Ms Justice Bolger recognised that as per previous case law, she was required to accept the facts as asserted in the plaintiff’s claim, noting: “If those facts would have, if proven, given rise to a cause of action, then ‘the proceedings do disclose a potentially valid claim’.” 

The court agreed that the plaintiff’s pleadings around the defective nature of the implant could not be described as “extensive or detailed”, noting that the plaintiff had conceded in her written submissions that all implants carry a risk of rupture.
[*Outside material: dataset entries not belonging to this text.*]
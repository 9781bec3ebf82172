//! The textbook way to the limits of a slab, as the literature has it, against which the benchmarks are run.
//!
//! At every wavenumber of the cell up to the usual cut-off ([`cell`]): the flow in each layer as four exponentials with
//! coefficients, one dense system per harmonic ([`coefficients`]); the harmonics coupled by the drive as a dense
//! generalised eigenproblem in the acceleration for each of the two classes, with the fewest harmonics that give
//! 1e-4 ([`classes`]); the monodromy matrix and all its multipliers on a ladder of accelerations for whatever is of
//! neither class ([`other`]). Structure: Kumar & Tuckerman, J. Fluid Mech. 279, 49 (1994), doi
//! 10.1017/S0022112094003812, with the layers and the second face added.
//!
//! One thread, nothing remembered from one wavenumber to the next, dense solvers of `faer`. It is meant to be as good
//! as the method allows: what is not needed is left out (accelerations above the lowest onset known so far, wavenumbers that
//! occur twice), and nothing is made slow. It shares no line with the solver under test.

pub mod cell;
pub mod classes;
pub mod coefficients;
mod eigen;
pub mod other;

use other::Other;
use physics::stability::layered::Layered;

/// Relative accuracy that the number of harmonics is chosen for, and that onsets are bisected to.
pub const ACCURACY: f64 = 1e-4;

/// What comes out for one slab, with what it took.
#[derive(Debug, Clone, PartialEq, Default)]
pub struct Limits {
    /// Acceleration (m/s²) at which the last mode ceases to fall, with its wavenumber (1/m); `None` when none falls.
    pub hold: Option<(f64, f64)>,
    /// Smallest acceleration at which waves grow, with its wavenumber.
    pub wave: Option<(f64, f64)>,
    /// Wavenumbers looked at.
    pub wavenumbers: usize,
    /// Most harmonics that one of them took.
    pub harmonics: usize,
    /// Generalised eigenproblems solved.
    pub eigenproblems: usize,
    /// Monodromy matrices made.
    pub monodromies: usize,
    /// Of them those with an exponent of neither class that grows.
    pub of_neither_class: usize,
}

/// What is asked.
#[derive(Debug, Clone)]
pub struct Question<'a> {
    /// The slab with the gas on either side.
    pub layered: &'a Layered,
    /// Of the drive, rad/s.
    pub omega: f64,
    /// 1/m
    pub wavenumbers: &'a [f64],
    /// Largest acceleration looked at, m/s².
    pub up_to: f64,
    /// Exponents of neither class are looked for at every so many-th wavenumber; 1 for the full answer.
    pub other_every: usize,
}

/// The limits of a slab.
///
/// # Panics
/// When an eigensolver does not settle, which would be a defect here.
pub fn limits(question: &Question) -> Limits {
    let Question { layered, omega, wavenumbers, up_to, other_every } = *question;
    let mut limits = Limits { wavenumbers: wavenumbers.len(), ..Limits::default() };
    // The two usual classes first: they bound what is left to look at.
    let mut comes_to_rest = Vec::with_capacity(wavenumbers.len());
    for &k in wavenumbers {
        let marginal = classes::marginal(layered, omega, k, up_to);
        limits.harmonics = limits.harmonics.max(marginal.harmonics);
        limits.eigenproblems += marginal.eigenproblems;
        let falling = coefficients::falling(layered, k);
        let rests = match falling {
            0 => Some(0.0),
            n => marginal.harmonic.get(n - 1).copied(),
        };
        comes_to_rest.push(rests);
        if falling > 0 && rests.is_none_or(|a| limits.hold.is_none_or(|(hold, _)| a > hold)) {
            limits.hold = Some((rests.unwrap_or(f64::INFINITY), k));
        }
        let waves = [marginal.harmonic.get(falling), marginal.subharmonic.first()];
        for &a in waves.into_iter().flatten() {
            keep_smaller(&mut limits.wave, a, k);
        }
    }
    // Then every other exponent, below the lowest onset known.
    for (&k, rests) in wavenumbers.iter().zip(comes_to_rest).step_by(other_every) {
        let end = limits.wave.map_or(up_to, |(a, _)| a);
        let Some(rests) = rests.filter(|rests| *rests < end) else { continue };
        let mut other = Other::new(layered, omega, k);
        if let Some(onset) = other.onset(rests, end) {
            keep_smaller(&mut limits.wave, onset, k);
        }
        limits.monodromies += other.monodromies;
        limits.of_neither_class += other.growing;
    }
    limits
}

fn keep_smaller(wave: &mut Option<(f64, f64)>, a: f64, k: f64) {
    if wave.is_none_or(|(known, _)| a < known) {
        *wave = Some((a, k));
    }
}
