//! Exponents of neither usual class: the monodromy matrix over one period, on a ladder of accelerations.
//!
//! The flow on graded finite elements in depth, an implicit Runge–Kutta method in time (`galerkin`), all multipliers by a
//! dense eigensolver. A complex pair outside the unit circle is a wave with another frequency.

use super::ACCURACY;
use super::eigen::eigenvalues;
use crate::galerkin::{Motion, Resolution, monodromy};
use physics::stability::layered::{Forcing, Layered};
use std::f64::consts::PI;

/// As coarse as gives growth rates to 1e-4 (held by a test).
pub const RESOLUTION: Resolution = Resolution { degree: 8, first: 3.0, growth: 4.0, steps: 8 };
/// Ratio of neighbouring accelerations.
const LADDER: f64 = 1.2;
/// The ladder begins at this part of its end.
const LOWEST: f64 = 0.1;
/// A multiplier whose argument is this close to 0 or π counts as real.
const REAL: f64 = 1e-5;

/// The motion at one wavenumber, and how often it was asked.
#[derive(Debug)]
pub struct Other {
    motion: Motion,
    omega: f64,
    /// Monodromy matrices made.
    pub monodromies: usize,
    /// Of them those with a growing exponent of neither class.
    pub growing: usize,
}

impl Other {
    /// Discretises the flow at wavenumber `k`, 1/m.
    pub fn new(layered: &Layered, omega: f64, k: f64) -> Other {
        Other { motion: Motion::new(layered, k, omega, &RESOLUTION), omega, monodromies: 0, growing: 0 }
    }

    /// The acceleration between `from` and `to` at which a wave of neither class begins to grow.
    pub fn onset(&mut self, from: f64, to: f64) -> Option<f64> {
        let mut low = from;
        let mut high = from.max(LOWEST * to);
        while low < to {
            if self.grows(high) {
                return Some(self.bisect(low, high));
            }
            low = high;
            high = (high * LADDER).min(to);
        }
        None
    }

    fn bisect(&mut self, mut low: f64, mut high: f64) -> f64 {
        while high - low > ACCURACY * high {
            let middle = 0.5 * (low + high);
            if self.grows(middle) { high = middle } else { low = middle }
        }
        0.5 * (low + high)
    }

    /// Whether a multiplier of neither class lies outside the unit circle.
    fn grows(&mut self, acceleration: f64) -> bool {
        let forcing = Forcing { omega: self.omega, acceleration };
        let multipliers = eigenvalues(monodromy(&self.motion, &forcing, RESOLUTION.steps));
        let grows = multipliers.iter().any(|multiplier| {
            let turn = multiplier.arg().abs();
            multiplier.norm() > 1.0 && turn > REAL && turn < PI - REAL
        });
        self.monodromies += 1;
        self.growing += usize::from(grows);
        grows
    }
}
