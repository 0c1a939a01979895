/// Paper and pictures: values in, bytes out; no query and no clock.
@NullMarked
package lodebook.reports;

import org.jspecify.annotations.NullMarked;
Nonetheless, the court was not convinced that this detracted from the plaintiff’s case such as to warrant dismissal of her proceedings where she pleaded that the rupture of the implants, having been in place for only three to four years, was in itself a defect.

The court was disinclined to compel replies to particulars or to order the plaintiff to deliver updated pleadings and/or an amended indorsement of claim in light of her contention that she could not, in any event, do this without inspection, expert evidence and possibly discovery.

Ms Justice Bolger emphasised: “I make no finding validating her views in that regard, but simply point to the difficulties for the plaintiff to put her case about what she says were defects in the subject implants any further than she has done to date from her own knowledge and from her medical records about what her surgeon saw when the subject implants were removed.”

Agreeing that the defendant may be entitled to further particulars of the defects alleged, the judge explained that when that entitled arises is a question of “timing and sequencing”, and that point had yet to arise in the proceedings.

The court explained that where at least three of the implants were in the defendant’s possession, the plaintiff had pleaded sufficiently to require the defendant to file its defence. The court was further convinced that the “high bar” required for the court to exercise its jurisdiction to dismiss pursuant to the RSC, “which is to be used sparingly”, had not been reached.

Conclusion

Accordingly, the High Court refused the defendant’s application to dismiss and found that the plaintiff was entitled to require the defendant to file its defence.